MolecularDiffusion.modules.models.tabasco.chem.utils

Functions

attempt_sanitize(mol)

Run Chem.SanitizeMol and return None on failure.

largest_component(→ List[rdkit.Chem.Mol])

Return the largest connected component for each molecule.

reorder_molecule_by_smiles(→ rdkit.Chem.Mol | None)

Renumber atoms to follow canonical SMILES indexing.

write_xyz_file(→ None)

Write an XYZ file.

Module Contents

MolecularDiffusion.modules.models.tabasco.chem.utils.attempt_sanitize(mol: rdkit.Chem.Mol)

Run Chem.SanitizeMol and return None on failure.

Parameters:

mol – RDKit Mol to sanitize.

Returns:

Sanitised molecule or None if RDKit raises.

Return type:

Chem.Mol | None

Credits: Charles Harris

MolecularDiffusion.modules.models.tabasco.chem.utils.largest_component(molecules: List[rdkit.Chem.Mol]) List[rdkit.Chem.Mol]

Return the largest connected component for each molecule.

Parameters:

molecules – Iterable of RDKit Mol objects with 3-D coordinates.

Returns:

Each entry is the fragment with the most atoms for the corresponding input molecule.

Return type:

list[Chem.Mol]

From: https://github.com/jostorge/diffusion-hopping/blob/main/diffusion_hopping/analysis/util.py

MolecularDiffusion.modules.models.tabasco.chem.utils.reorder_molecule_by_smiles(mol: rdkit.Chem.Mol) rdkit.Chem.Mol | None

Renumber atoms to follow canonical SMILES indexing.

Parameters:

mol – RDKit Mol.

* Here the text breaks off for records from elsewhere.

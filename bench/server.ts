// The server under test for `npm run bench`: the real app, plus reference routes in the same app
// so that ratios compare like with like (same Express, same JSON, same machine).
import { monitorEventLoopDelay } from 'node:perf_hooks';
import express from 'express';
import { pino } from 'pino';
import { createApp } from '../server/app.ts';
import { createAppServer } from '../server/http/app-server.ts';
import { loadConfig } from '../server/config.ts';
import { openDatabase } from '../server/db/client.ts';
import { mountSameServerBareRoute, mountStrictBareRoute } from './common.ts';

const config = loadConfig({ ...process.env, LOG_LEVEL: 'silent', PORT: '0' });
const database = openDatabase(config.databaseUrl, { max: 20 });
// The reference routes go first in the API's own app: same Express, same settings, none of the
// API's middleware, and no extra sub-app hop on either side.
const app = createApp({
  database,
  config,
  logger: pino({ level: 'silent' }),
  first: (outer) => {
    mountStrictBareRoute(outer);
    // P2's ceiling: parse the batch payload and echo it back.
    outer.post('/bench/echo', express.json({ limit: '64mb' }), (req, res) => {
      res.json(req.body);
    });
    // CPU time of the server process (µs): per-request cost without the wall-clock noise of a shared VM.
    outer.get('/bench/cpu', (_req, res) => {
      const { user, system } = process.cpuUsage();
      res.json({ cpuUs: user + system, userUs: user, systemUs: system });
    });
    // The server's event-loop delay since the last reset: how much of a latency figure the server's own
    // pauses (collections, long synchronous work) explain.
    const loop = monitorEventLoopDelay({ resolution: 1 });
    loop.enable();
    outer.post('/bench/loop/reset', (_req, res) => {
      loop.reset();
      res.json({ ok: true });
    });
    outer.get('/bench/loop', (_req, res) => {
      res.json({ p99Ms: loop.percentile(99) / 1e6, maxMs: loop.max / 1e6 });
    });
    outer.get('/bench/memory', (_req, res) => {
      res.json({ rssBytes: process.memoryUsage().rss, maxRssBytes: process.resourceUsage().maxRSS * 1024 });
    });
  },
  beforeApi: mountSameServerBareRoute,
});

const server = createAppServer(app);
server.keepAliveTimeout = 30_000;
server.listen(0, '127.0.0.1', () => {
  const address = server.address();
  if (address && typeof address === 'object') console.log(JSON.stringify({ port: address.port }));
});
process.on('SIGTERM', () => server.close(() => void app.close().then(() => database.close()).then(() => process.exit(0))));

If None, the function returns None.

Returns:

Renumbered copy of the molecule.

Return type:

Chem.Mol | None

Raises:

ValueError – If canonicalisation or substructure matching fails.

MolecularDiffusion.modules.models.tabasco.chem.utils.write_xyz_file(coords: torch.Tensor, atom_types: List[str], filename: str) None

Write an XYZ file.

Parameters:
  • coords – Array-like of shape (N, 3) with Cartesian coordinates.

  • atom_types – Sequence of length N with element symbols.

  • filename – Path to the output .xyz file.